-- Opening Marker --

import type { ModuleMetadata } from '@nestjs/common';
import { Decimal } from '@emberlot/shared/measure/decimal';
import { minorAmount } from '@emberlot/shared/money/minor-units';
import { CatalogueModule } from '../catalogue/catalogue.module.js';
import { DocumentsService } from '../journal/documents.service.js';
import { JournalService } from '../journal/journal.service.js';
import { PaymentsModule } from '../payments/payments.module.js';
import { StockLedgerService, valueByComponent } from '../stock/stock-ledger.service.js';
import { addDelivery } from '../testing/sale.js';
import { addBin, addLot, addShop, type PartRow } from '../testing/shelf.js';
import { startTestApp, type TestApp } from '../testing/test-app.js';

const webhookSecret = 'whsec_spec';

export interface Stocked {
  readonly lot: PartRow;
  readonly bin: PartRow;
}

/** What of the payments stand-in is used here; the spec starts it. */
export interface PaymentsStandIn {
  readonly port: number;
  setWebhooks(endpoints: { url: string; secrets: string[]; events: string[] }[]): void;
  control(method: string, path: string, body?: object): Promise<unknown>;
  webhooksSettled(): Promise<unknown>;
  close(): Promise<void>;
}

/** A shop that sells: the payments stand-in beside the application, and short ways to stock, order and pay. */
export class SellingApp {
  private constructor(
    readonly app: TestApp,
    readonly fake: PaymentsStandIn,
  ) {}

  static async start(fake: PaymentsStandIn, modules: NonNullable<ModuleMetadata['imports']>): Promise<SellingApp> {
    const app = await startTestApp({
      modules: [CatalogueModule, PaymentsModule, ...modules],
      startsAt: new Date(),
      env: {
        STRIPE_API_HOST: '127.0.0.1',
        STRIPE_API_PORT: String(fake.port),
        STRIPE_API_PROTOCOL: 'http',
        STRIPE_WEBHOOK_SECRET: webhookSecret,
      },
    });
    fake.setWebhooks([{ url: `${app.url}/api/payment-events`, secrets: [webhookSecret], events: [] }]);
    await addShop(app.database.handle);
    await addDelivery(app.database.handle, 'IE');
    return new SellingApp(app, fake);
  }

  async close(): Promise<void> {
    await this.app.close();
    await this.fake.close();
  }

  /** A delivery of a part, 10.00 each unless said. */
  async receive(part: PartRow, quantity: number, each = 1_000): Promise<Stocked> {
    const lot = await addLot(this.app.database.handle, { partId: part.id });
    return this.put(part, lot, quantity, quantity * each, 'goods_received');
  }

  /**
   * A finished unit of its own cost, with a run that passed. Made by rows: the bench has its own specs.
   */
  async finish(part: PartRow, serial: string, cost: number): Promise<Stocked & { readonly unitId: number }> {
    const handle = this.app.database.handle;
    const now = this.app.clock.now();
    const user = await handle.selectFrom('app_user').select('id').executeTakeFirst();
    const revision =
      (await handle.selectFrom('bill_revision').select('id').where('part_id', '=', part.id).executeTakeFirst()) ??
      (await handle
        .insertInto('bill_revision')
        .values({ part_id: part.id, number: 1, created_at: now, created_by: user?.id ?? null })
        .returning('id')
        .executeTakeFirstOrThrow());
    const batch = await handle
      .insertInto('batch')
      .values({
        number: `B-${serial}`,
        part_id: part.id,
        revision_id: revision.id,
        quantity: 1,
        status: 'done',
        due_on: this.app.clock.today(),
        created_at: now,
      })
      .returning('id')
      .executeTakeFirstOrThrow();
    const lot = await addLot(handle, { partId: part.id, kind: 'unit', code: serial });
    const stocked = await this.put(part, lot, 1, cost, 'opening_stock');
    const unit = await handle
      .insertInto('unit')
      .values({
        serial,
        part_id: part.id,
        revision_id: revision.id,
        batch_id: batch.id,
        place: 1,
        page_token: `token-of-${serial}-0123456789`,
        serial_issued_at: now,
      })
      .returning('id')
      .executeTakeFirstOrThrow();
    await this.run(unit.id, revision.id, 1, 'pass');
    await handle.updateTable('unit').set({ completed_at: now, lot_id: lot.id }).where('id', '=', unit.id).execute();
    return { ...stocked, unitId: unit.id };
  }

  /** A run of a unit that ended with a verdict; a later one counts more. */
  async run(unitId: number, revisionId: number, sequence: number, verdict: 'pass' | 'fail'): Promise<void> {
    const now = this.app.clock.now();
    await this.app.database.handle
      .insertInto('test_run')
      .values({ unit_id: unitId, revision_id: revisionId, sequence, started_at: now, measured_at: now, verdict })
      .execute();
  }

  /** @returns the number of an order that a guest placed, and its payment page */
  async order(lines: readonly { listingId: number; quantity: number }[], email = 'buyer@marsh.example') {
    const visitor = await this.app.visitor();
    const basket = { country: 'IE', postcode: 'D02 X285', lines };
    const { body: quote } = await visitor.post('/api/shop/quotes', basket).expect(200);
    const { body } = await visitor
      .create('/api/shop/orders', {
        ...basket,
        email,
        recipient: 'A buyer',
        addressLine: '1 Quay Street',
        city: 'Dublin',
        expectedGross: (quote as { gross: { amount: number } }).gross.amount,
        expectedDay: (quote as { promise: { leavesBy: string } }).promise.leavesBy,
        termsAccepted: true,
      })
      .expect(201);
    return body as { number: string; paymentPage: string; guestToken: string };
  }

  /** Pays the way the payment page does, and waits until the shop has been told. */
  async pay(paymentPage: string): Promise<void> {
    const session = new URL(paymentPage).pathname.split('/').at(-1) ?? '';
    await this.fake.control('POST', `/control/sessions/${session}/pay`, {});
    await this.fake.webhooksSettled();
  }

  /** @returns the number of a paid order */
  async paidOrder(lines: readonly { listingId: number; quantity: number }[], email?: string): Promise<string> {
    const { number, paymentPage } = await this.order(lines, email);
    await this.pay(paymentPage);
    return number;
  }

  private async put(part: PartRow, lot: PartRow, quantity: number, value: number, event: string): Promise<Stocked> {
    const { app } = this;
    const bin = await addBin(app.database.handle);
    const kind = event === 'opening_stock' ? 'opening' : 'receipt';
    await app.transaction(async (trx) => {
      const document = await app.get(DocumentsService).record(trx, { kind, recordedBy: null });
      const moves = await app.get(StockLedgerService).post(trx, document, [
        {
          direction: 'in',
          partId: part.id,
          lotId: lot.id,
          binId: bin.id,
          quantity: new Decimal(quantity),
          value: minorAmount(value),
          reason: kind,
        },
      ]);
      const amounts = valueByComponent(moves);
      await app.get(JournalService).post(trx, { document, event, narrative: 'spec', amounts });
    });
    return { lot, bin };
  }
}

-- Closing Marker --

> WHAT YOU NEED TO DO: Respond with only the number of lines in the records that include the word "sequence".

> TASK RESULT: 2